I’d been pedaling hard for a few weeks, laboring on house painting jobs. Good, satisfying work, that earned me money, useful in our money-driven culture. Some get by, some prosper, many suffer; some survive, a few thrive. It all seems relative to one’s view. The noise of adamant political signs and insistent remedies for the many challenges pressing into my psyche only added to my subtle agitation. We will get what we have sown, for sure.
I might have stayed on my sofa, stared at a screen, or rocked in the chair on my front porch. Somehow today I felt a need shift the routine; to be away even from my sweet house. On this warm sunny morning I chose to just go and be, apart from all this human-focus for a bit. Maybe the river beckoned me.
The scene’s familiar to all my senses. Still it requires time for my mind to let go. And I can’t stop seeing the litter scattered about the bank, nor stifle a compulsion to act. A plastic bag hangs across the water like a flag of surrender offered by our tortured earth. There’s an Xbox, golf balls, bottles, cans, plastic bags, roofing metal, and more. I drag some tires out of the muck, and gather up all manner of other consumer debris. Remnants of last month’s heavy rains and high-water, and more so our arrogant, disconnected attitude to the fabric of life that sustains us all. Rather than fight my urge to also be still, I play along, figuring some waste collection can’t hurt. But obliquely I know I need to get it out of my system in order to collect the courage to sit.
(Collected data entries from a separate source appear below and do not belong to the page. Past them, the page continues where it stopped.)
describe('bulletin PDF content (read back with pdftotext)', () => {
  it('shows every linked figure as frozen in the version, and the figures are the engine result’s numbers', () => {
    const t = text(file);
    expect(version.figures.length).toBeGreaterThanOrEqual(8);
    for (const f of version.figures) expect(t).toContain(f.value.text);
    // Independent of the snapshot texts: the engine's own linear IP and Palermo value, printed the usual way
    // (IP in exponent notation with one decimal, Palermo with two decimals and a true minus sign; common practice,
    // no source).
    const a = (result.approaches as { impactProbability: { linear: number }; palermo: number; distanceKm: number }[])[0];
    expect(a.impactProbability.linear).toBeGreaterThan(0);
    expect(t).toContain(a.impactProbability.linear.toExponential(1).replace('e+', 'e'));
    expect(t).toContain(`−${Math.abs(a.palermo).toFixed(2)}`);
    expect(t).toContain(`${Math.round(a.distanceKm).toLocaleString('en-US')} km`);
  });

  it('has the title block, the risk table, the plots, the sign-off and the standing caution', () => {
    const t = text(file);
    expect(t).toContain(version.officeName.toUpperCase());
    expect(t).toContain(version.title);
    expect(t).toContain(`Bulletin ${version.number}, version ${version.version}`);
    expect(t).toContain('Approved 2026-11-30 14:05 UTC');
    expect(t).toContain(version.distributionMarking);
    expect(t).toContain(STANDING_CAUTION);
    // risk table header and the run it comes from
    expect(t).toContain('Encounters of X26-KAPPA (run 41');
    // the row of the run's one approach, read with the layout kept (columns side by side)
    const a = (result.approaches as { impactProbability: { linear: number }; palermo: number; torino: number; distanceKm: number; vInfinityKmS: number }[])[0];
    const layout = run('pdftotext', ['-layout', '-enc', 'UTF-8', '-f', '1', '-l', '1', file, '-']);
    const row = new RegExp(
      `Earth\\s+2030-02-12\\s+${Math.round(a.distanceKm).toLocaleString('en-US')} km\\s+${a.vInfinityKmS.toFixed(2)} km/s\\s+` +
        `${a.impactProbability.linear.toExponential(1)}\\s+−${Math.abs(a.palermo).toFixed(2)}\\s+${a.torino}\\s+\\d+ Mt`,
    );
    expect(layout).toMatch(/Body\s+Encounter\s+Nominal distance\s+V-infinity\s+Impact\s+Palermo\s+Torino\s+Impact/);
    expect(layout).toMatch(row);
    // plots drawn from the shared SVG renderers (their titles and legends are vector text in the PDF)
    expect(t).toContain('b-plane: X26-KAPPA');
    expect(t).toContain('capture disk');
    expect(t).toContain('Distance from Earth');
    // sign-off
    expect(t).toContain(`Approved by ${version.signOff.reviewer.name} on 2026-11-30 14:05 UTC`);
    expect(t).toContain(version.signOff.comment!);
    // each confirmed figure with its run, the run number right after the value (no gap after an en dash: pdfkit's
    // word-by-word line measure is corrected in text.ts)
    for (const c of version.signOff.confirmedFigures) {
      const f = version.figures.find((x) => x.index === c.index)!;
      expect(t).toContain(`[${c.index + 1}]`);
      expect(t).toContain(`${f.value.text}, run ${c.runId}`);
    }
    expect(version.figures.some((f) => f.value.text.includes('–') && version.signOff.confirmedFigures.some((c) => c.index === f.index))).toBe(true);
  });

  it('has a footer with the version hash and "page x of y" on every page', async () => {
    const long = (await bulletinVersionFixture({ longBody: true })).version;
    const f = save('long.pdf', await renderBulletinPdf(long));
    const n = pages(f);
    expect(n).toBeGreaterThanOrEqual(4);
    for (let i = 1; i <= n; i++) {
      const t = text(f, i);
      expect(t).toContain(`page ${i} of ${n}`);
      expect(t).toContain(`Version SHA-256 ${long.sha256}`);
      expect(t).toContain(STANDING_CAUTION);
    }
    // No paragraph leaves a single line at the bottom of a page or carries a single line over to the next
    // (the long fixture's paragraphs are four lines each): count each paragraph's lines per page.
    const perPage = Array.from({ length: n }, (_, i) =>
      run('pdftotext', ['-f', String(i + 1), '-l', String(i + 1), '-enc', 'UTF-8', f, '-'])
        .split('\n')
        .map((l) => /^Paragraph (\d+) of a long bulletin/.exec(l)?.[1])
        .filter((x): x is string => !!x),
    );
    for (let i = 1; i < n; i++) {
      const carried = perPage[i][0];
      if (carried === undefined || perPage[i - 1].at(-1) !== carried) continue;
      expect(perPage[i - 1].filter((x) => x === carried).length, `paragraph ${carried} at the foot of page ${i}`).toBeGreaterThanOrEqual(2);
      expect(perPage[i].filter((x) => x === carried).length, `paragraph ${carried} at the top of page ${i + 1}`).toBeGreaterThanOrEqual(2);
    }
    expect(perPage.flat().length).toBeGreaterThan(100);
  });

  it('sets symbols Merriweather lacks in fallback fonts (no "?" or empty boxes): ≈ ≤ σ ∞', () => {
    const t = text(file);
    // The fixture's sentence, as written in the document.
    expect(t).toContain('p ≈ 2e-7, well ≤ 1e-6; the 1σ ellipse is wide and the chance is not ∞-small');
    // The SVG legend's sigma went through the same fallback.
    expect(t).toContain('linear 1σ');
  });
});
When I finally take my place on a dry rock protruding from the bank, body planted, my mind refuses to relinquish identifying and labeling. I spot deer tracks, maybe some coon too. And here’s a feather (from what bird?), look—a shell, and a snail, there’s an acorn cap, and a maple seed, a brick so current-worn it mimics the smooth ancient rocks.
Slowly, steadily, I accept the irrational nudge that’s led me here. There are no animals in sight to distract me, and the only sounds are gentle ruffles of sycamore leaves waving from high with each breeze, and the soft gurgle of the clear water. I gaze at the random leaves that let go their towering status and smile as they pirouette downward. Caught gently by the blanket of the river, they graciously bow and lay into the current, acquiescing without a sound. Each performer disappears from view swallowed into the downstream.
My breathing unconsciously begins to sync up with the flow, the ripples of sound interweave, and sunlight sparkles golden in the cascade. As I depart, it seems a desperate clinging to imagine a human life is any more or less significant than each note in this ongoing song.